(Data for processing begins)

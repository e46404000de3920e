//! Limits checked before anything is allocated from a size that came from a file, a flag
//! or an expression. The memory ceiling defaults to half of the machine's physical memory
//! (read from `/proc/meminfo`; 8 GiB where that cannot be read) and can be set by the
//! caller ([`set_max_memory`], the CLI's `--max-memory`). A caller that counts the
//! process's heap ([`set_usage_probe`]: the CLI installs a counting allocator) makes the
//! ceiling a budget for the whole process: every sized allocation is checked against the
//! ceiling less what is already in use. These are the library's only process-wide values,
//! and only the caller sets them.

use crate::{Error, Result};
use std::sync::atomic::{AtomicU64, Ordering};
use std::sync::OnceLock;

static MAX_MEMORY: AtomicU64 = AtomicU64::new(0);
static USAGE: OnceLock<fn() -> u64> = OnceLock::new();

/// Installs `probe`, which returns the bytes the process has allocated now; from then on
/// [`check_alloc`] counts them against the ceiling. Set once (later calls are ignored).
pub fn set_usage_probe(probe: fn() -> u64) {
    let _ = USAGE.set(probe);
}

/// Bytes in use by the process according to the installed probe (0 without one).
pub fn in_use() -> u64 {
    USAGE.get().map(|f| f()).unwrap_or(0)
}

fn physical_memory() -> Option<u64> {
    let text = std::fs::read_to_string("/proc/meminfo").ok()?;
    let line = text.lines().find(|l| l.starts_with("MemTotal:"))?;
    let kb: u64 = line.split_whitespace().nth(1)?.parse().ok()?;
    Some(kb * 1024)
}

/// The memory ceiling in bytes.
pub fn max_memory() -> u64 {
    match MAX_MEMORY.load(Ordering::Relaxed) {
        0 => physical_memory().map(|m| m / 2).unwrap_or(8 << 30),
        v => v,
    }
}

/// Sets the memory ceiling (bytes, > 0).
pub fn set_max_memory(bytes: u64) {
    MAX_MEMORY.store(bytes.max(1), Ordering::Relaxed);
}

/// Checks that `count` values of `elem` bytes fit under the ceiling; `what` names them.
///
/// ```
/// use kernelpress::limits::check_alloc;
/// assert!(check_alloc(1000, 8, "a test array").is_ok());
/// assert!(check_alloc(u64::MAX / 2, 8, "a huge array").is_err());
/// ```
pub fn check_alloc(count: u64, elem: u64, what: &str) -> Result<()> {
    let bytes = count.saturating_mul(elem);
    let limit = max_memory();
    let used = in_use();
    if bytes > limit {
        return Err(Error::input(format!(
            "{what} would need {bytes} bytes, more than the memory limit of {limit} bytes (raise it with --max-memory)"
        )));
    }
    if bytes.saturating_add(used) > limit {
        return Err(Error::input(format!(
            "{what} would need {bytes} bytes with {used} bytes already in use, more than the memory limit of {limit} bytes (raise it with --max-memory)"
        )));
    }
    Ok(())
}

/// Parses a size such as `4G`, `512M`, `100000K` or a plain byte count.
pub fn parse_size(s: &str) -> Result<u64> {
    let t = s.trim();
    let (num, mul) = match t.chars().last() {
        Some('G' | 'g') => (&t[..t.len() - 1], 1u64 << 30),
        Some('M' | 'm') => (&t[..t.len() - 1], 1 << 20),
        Some('K' | 'k') => (&t[..t.len() - 1], 1 << 10),
        _ => (t, 1),
    };
    num.parse::<f64>()
        .ok()
        .filter(|v| *v > 0.0 && v.is_finite())
        .map(|v| (v * mul as f64) as u64)
        .filter(|v| *v > 0)
        .ok_or_else(|| {
            Error::input(format!(
                "--max-memory '{s}': expected a positive size such as 4G, 512M or 100000"
            ))
        })
}
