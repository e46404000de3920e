//! Progress bars on stderr, hidden when stderr is not a terminal or when quiet.

use indicatif::{ProgressBar, ProgressDrawTarget, ProgressStyle};
use std::io::IsTerminal;
use std::sync::atomic::{AtomicBool, Ordering};

static QUIET: AtomicBool = AtomicBool::new(false);

/// Silences every progress bar and log line (the CLI's `--quiet`).
pub fn set_quiet(q: bool) {
    QUIET.store(q, Ordering::Relaxed);
}

/// True when progress and logs are silenced.
pub fn is_quiet() -> bool {
    QUIET.load(Ordering::Relaxed)
}

/// A progress bar of `len` steps labelled `what`; hidden when not on a terminal.
pub fn bar(len: u64, what: &str) -> ProgressBar {
    let pb = ProgressBar::new(len);
    if is_quiet() || !std::io::stderr().is_terminal() {
        pb.set_draw_target(ProgressDrawTarget::hidden());
    } else {
        pb.set_draw_target(ProgressDrawTarget::stderr());
    }
    pb.set_style(
        ProgressStyle::with_template("{msg:>14} [{bar:30}] {pos}/{len} ({elapsed}, eta {eta})")
            .unwrap()
            .progress_chars("=> "),
    );
    pb.set_message(what.to_string());
    pb
}

/// A log line on stderr unless quiet.
pub fn log(msg: impl AsRef<str>) {
    if !is_quiet() {
        eprintln!("{}", msg.as_ref());
    }
}

/// A warning on stderr; warnings are printed even when quiet.
pub fn warn(msg: impl AsRef<str>) {
    eprintln!("warning: {}", msg.as_ref());
}
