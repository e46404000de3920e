//! One CPU-feature detection for every SIMD kernel of the crate.
//!
//! [`level`] is detected once, at first use, and every kernel with instruction-set copies
//! (the Walsh–Hadamard transform, the vectorised sine/cosine) dispatches on it. A level is
//! only reported when *every* feature its copies are compiled with is present: the AVX2
//! copies enable `avx2` and `fma`, so [`Level::Avx2`] requires both. Setting the
//! environment variable `KERNELPRESS_NO_SIMD` (read once, never written) forces
//! [`Level::Scalar`].
//!
//! ```
//! let l = kernelpress::simd::level();
//! assert!(["scalar", "avx2", "avx512"].contains(&l.name()));
//! ```

use std::sync::OnceLock;

/// An instruction-set level.
#[derive(Debug, Clone, Copy, PartialEq, Eq, PartialOrd, Ord)]
pub enum Level {
    /// Portable code only.
    Scalar,
    /// AVX2 and FMA (x86-64).
    Avx2,
    /// AVX-512F (x86-64), with AVX2 and FMA.
    Avx512,
}

impl Level {
    /// `scalar`, `avx2` or `avx512`.
    pub fn name(self) -> &'static str {
        match self {
            Level::Scalar => "scalar",
            Level::Avx2 => "avx2",
            Level::Avx512 => "avx512",
        }
    }
}

/// What this CPU supports, ignoring `KERNELPRESS_NO_SIMD` (detected once: the kernels'
/// `_at(level)` forms check their level against it on every call).
pub fn detected() -> Level {
    static DETECTED: OnceLock<Level> = OnceLock::new();
    *DETECTED.get_or_init(detect)
}

fn detect() -> Level {
    #[cfg(target_arch = "x86_64")]
    {
        let avx2 = std::arch::is_x86_feature_detected!("avx2")
            && std::arch::is_x86_feature_detected!("fma");
        if avx2 && std::arch::is_x86_feature_detected!("avx512f") {
            return Level::Avx512;
        }
        if avx2 {
            return Level::Avx2;
        }
    }
    Level::Scalar
}

/// The level every SIMD kernel uses (detected once; `KERNELPRESS_NO_SIMD` forces scalar).
pub fn level() -> Level {
    static LEVEL: OnceLock<Level> = OnceLock::new();
    *LEVEL.get_or_init(|| {
        if std::env::var_os("KERNELPRESS_NO_SIMD").is_some() {
            Level::Scalar
        } else {
            detected()
        }
    })
}

/// The levels this CPU can run, lowest first (for tests that force each path).
pub fn available() -> Vec<Level> {
    let top = detected();
    [Level::Scalar, Level::Avx2, Level::Avx512]
        .into_iter()
        .filter(|l| *l <= top)
        .collect()
}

(Data for processing ends)

• [The task] Whenever a line of the material above contains the string "them", copy that line out.

• [Solution to this problem]
//! and only the caller sets them.
/// [`check_alloc`] counts them against the ceiling. Set once (later calls are ignored).
/// Checks that `count` values of `elem` bytes fit under the ceiling; `what` names them.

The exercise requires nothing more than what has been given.